The records ->
package packlist

import (
	"fmt"
	"math"
	"slices"
	"sort"
	"strconv"
	"strings"

	"sailby/report/agenda"
	"sailby/tasks"
	"sailby/tasks/coat"
	"sailby/tasks/expand"
	"sailby/tasks/lift"
	"sailby/tasks/origin"
)

// gear is the kit that goes along: what a task at the site uses, and what powers it.
func (m *maker) gear() {
	for _, k := range m.job.Kit {
		if k.Slots != nil || k.At != nil {
			continue // hired comes by itself, kit with a place stays there
		}
		n := max(k.Count, 1)
		it := Item{Group: Gear, What: k.Name, Amount: strconv.Itoa(n), Mass: roundUp(k.Mass.Value * float64(n)), stow: k.Stowing, Spare: k.Spare, pieces: n}
		for _, s := range m.steps() {
			if slices.ContainsFunc(s.Kit, func(u expand.Use) bool { return u.Kit == k }) {
				m.with(&it, s)
			}
		}
		used := len(it.For) > 0
		m.spareOf(&it, k)
		for _, s := range m.steps() { // a source of power serves all that draws
			if len(it.For) == 0 && k.Gives == 0 {
				break
			}
			if k.Gives > 0 && s.Power > 0 {
				used = true
				m.with(&it, s)
			}
		}
		if len(it.For) == 0 {
			continue
		}
		if k.HasKind {
			it.Group = LiftGear
		}
		it.Stops = it.Stops || k.Count <= 1 && used
		m.add(it)
	}
}

// spareOf adds to a kit's reasons that it stands in for another that goes along: kit that is named as a spare
// goes too.
func (m *maker) spareOf(it *Item, k *tasks.Kit) {
	for _, other := range m.job.Kit {
		if other == k || other.Spare != k.Name || other.Slots != nil || other.At != nil {
			continue
		}
		if slices.ContainsFunc(m.steps(), func(s *expand.Step) bool {
			return slices.ContainsFunc(s.Kit, func(u expand.Use) bool { return u.Kit == other })
		}) {
			it.For = append(it.For, other.Name+", as its spare")
		}
	}
}

// liftGear is what each lift takes beside its hoist or crane.
func (m *maker) liftGear() {
	var lines, wind Item
	for _, s := range m.steps() {
		r := s.Rigging
		if r == nil || s.Task.Kind != tasks.Lift || r.Way == lift.ByHands || r.Way == lift.ByTrolley {
			continue
		}
		it := Item{Group: LiftGear, What: "slings and shackles for " + agenda.TaskLabel(s.Task), Amount: "1 set", Stops: true, pieces: 1}
		it.House = true
		if l := s.Task.Lifting; l != nil && l.Slings != nil {
			it.Amount, it.House, it.Mass = slingWords(l.Slings), false, roundUp(l.Tackle.Value)
		}
		m.with(&it, s)
		it.Stops = true
		m.add(it)
		m.with(&lines, s)
		if r.Way == lift.ByLoaderCrane {
			m.with(&wind, s)
		}
	}
	if len(lines.For) > 0 {
		lines.Group, lines.What, lines.Amount, lines.House, lines.Stops, lines.pieces = LiftGear, "tag lines", "2", true, false, 1
		m.add(lines)
	}
	if len(wind.For) > 0 {
		wind.Group, wind.What, wind.Amount, wind.House, wind.Stops, wind.pieces = LiftGear, "wind meter", "1", true, true, 1
		m.add(wind)
	}
}

// slingWords writes a set of slings.
func slingWords(r *lift.Rig) string {
	n := max(r.Legs, len(r.Lugs), 1)
	words := []string{fmt.Sprintf("%d legs", n)}
	if n == 1 {
		words[0] = "1 leg"
	}
	if r.LegLength > 0 {
		words = append(words, origin.Trim(r.LegLength/1000)+" m")
	}
	if r.Table != "" {
		words = append(words, r.Table+", size "+origin.Trim(r.Size))
	}
	if r.WLL > 0 {
		words = append(words, origin.Trim(r.WLL)+" kg a leg")
	}
	if r.Coupling > 0 {
		words = append(words, "shackles of "+origin.Trim(r.Coupling)+" kg")
	}
	return strings.Join(words, ", ")
}

// defaultAllowance is taken on consumables that have no spare of their own (house judgement).
const defaultAllowance = 0.10

// used is one consumable summed over the tasks, exact until it is rounded.
type used struct {
	Item
	unit       string
	sum, spare float64
	each       float64
	packed     string
	paint      *tasks.Paint
	owed       float64 // of sum, what has no spare of its own
}

// consumables adds up what the site's tasks use up; allowance and spare come on top of the sum, and
// then, once, the rounding to what it is sold in.
func (m *maker) consumables() {
	index := map[[2]string]*used{}
	var list []*used
	for _, s := range m.steps() {
		for _, c := range s.Estimate.Consumables {
			id := [2]string{c.What, c.Unit}
			u := index[id]
			if u == nil {
				u = &used{Item: Item{Group: groupOf(c.What), What: c.What, pieces: 1}, unit: c.Unit}
				index[id] = u
				list = append(list, u)
			}
			u.sum += c.Amount
			u.spare += c.Spare
			if c.Spare == 0 {
				u.owed += c.Amount
			}
			if c.Each > 0 {
				u.each, u.packed = c.Each, c.Packed
			}
			m.with(&u.Item, s)
		}
	}
	share := defaultAllowance
	if a := m.job.Packing.Allowance; a.Pos.Given() {
		share = a.Value
	}
	for _, u := range list {
		u.spare += u.owed * share
		for _, p := range m.job.Paints {
			if u.What == "paint "+p.Name {
				u.paint = p
			}
		}
		m.sold(u)
		m.add(u.Item)
	}
}

// groupOf sorts a consumable by its name.
func groupOf(what string) Group {
	for _, w := range []string{"gas", "oxygen", "acetylene", "propane", "argon"} {
		if strings.Contains(what, w) {
			return Gas
		}
	}
	switch {
	case strings.HasPrefix(what, "paint ") || strings.HasPrefix(what, "thinner"):
		return Paint
	case strings.Contains(what, "abrasive"):
		return Abrasives
	}
	return Consumables
}

// sold rounds a consumable up to what it is sold in, and gives its mass and class.
func (m *maker) sold(u *used) {
	if u.unit == "pieces" {
		u.sum, u.spare = math.Ceil(u.sum-1e-9), math.Ceil(u.spare-1e-9)
	}
	total := u.sum + u.spare
	unit := " " + u.unit
	if u.unit == "pieces" {
		unit = ""
	}
	u.Amount = origin.Trim(roundUp(u.sum)) + unit
	if u.spare > 0 {
		u.Amount += " and " + origin.Trim(roundUp(u.spare)) + unit + " spare"
	}
	size, own := m.packOf(u.What)
	count := 0
	switch {
	case own:
		count = int(math.Ceil(total/size - 1e-9))
		u.Amount += fmt.Sprintf(": %d of %s %s", count, origin.Trim(size), u.unit)
		total = float64(count) * size
	case u.paint != nil && len(u.paint.PackSizes) > 0:
		if tins, err := coat.Tins(total, u.paint.PackSizes); err == nil {
			var words []string
			total = 0
			for _, t := range tins {
				words = append(words, fmt.Sprintf("%d of %s L", t.Count, origin.Trim(t.Size)))
				total += float64(t.Count) * t.Size
				count += t.Count
			}
			u.Amount += ": tins " + strings.Join(words, " and ")
		}
	case u.each > 0:
		count = int(math.Ceil(total/u.each - 1e-9))
		u.Amount += ": " + agenda.Packs(count, u.packed)
		if u.packed != "electrodes" {
			total = float64(count) * u.each
		}
	}
	switch {
	case u.Group == Gas && u.unit != "kg":
		u.Mass = float64(count) * bottleMass
		u.stow.Class, u.stow.Of = "gas", float64(max(count, 1))
	case u.Group == Gas:
		u.Mass = roundUp(total)
		u.stow.Class, u.stow.Of = "gas", float64(max(count, 1))
	case u.unit == "kg":
		u.Mass = roundUp(total)
	case u.Group == Paint:
		u.Mass = roundUp(total * litreMass)
		u.stow.Class, u.stow.Of = "paint", total
		if strings.HasPrefix(u.What, "thinner") {
			u.stow.Class, u.Mass = "thinner", roundUp(total*0.9)
		}
	}
}

// Masses that nothing states (house judgement): a full 50 L steel bottle, a litre of mixed paint with its
// tin.
const (
	bottleMass = 75.0
	litreMass  = 1.5
)

// packOf finds the pack size that the job file gives, by the longest beginning of the name.
func (m *maker) packOf(what string) (size float64, ok bool) {
	var names []string
	for n := range m.job.Packing.Packs {
		if strings.HasPrefix(what, n) || strings.HasPrefix(strings.TrimPrefix(what, "paint "), n) {
			names = append(names, n)
		}
	}
	sort.Slice(names, func(i, k int) bool {
		return len(names[i]) > len(names[k]) || len(names[i]) == len(names[k]) && names[i] < names[k]
	})
	if len(names) == 0 || m.job.Packing.Packs[names[0]] <= 0 {
		return 0, false
	}
	return m.job.Packing.Packs[names[0]], true
}

// also lists what the job file adds.
func (m *maker) also() {
	for _, e := range m.job.Packing.Also {
		it := Item{Group: Also, What: e.Name, Amount: e.Amount, Mass: e.Mass, Spare: e.Spare, pieces: 1, stow: tasks.Stowing{Size: e.Size, Class: e.Class, Of: e.Of}}
		if it.Amount == "" {
			it.Amount = "1"
		}
		for _, s := range m.w.Steps {
			if slices.Contains(e.For, s.Task.Name) && !s.Absent {
				m.with(&it, s)
			}
		}
		it.Stops = e.Stops
		m.add(it)
	}
}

What you will do -> Starting at the first line of the material above, reproduce each line exactly up to and including the line with "n := max(k.Count, 1)".

Solved problem ->
package packlist

import (
	"fmt"
	"math"
	"slices"
	"sort"
	"strconv"
	"strings"

	"sailby/report/agenda"
	"sailby/tasks"
	"sailby/tasks/coat"
	"sailby/tasks/expand"
	"sailby/tasks/lift"
	"sailby/tasks/origin"
)

// gear is the kit that goes along: what a task at the site uses, and what powers it.
func (m *maker) gear() {
	for _, k := range m.job.Kit {
		if k.Slots != nil || k.At != nil {
			continue // hired comes by itself, kit with a place stays there
		}
		n := max(k.Count, 1)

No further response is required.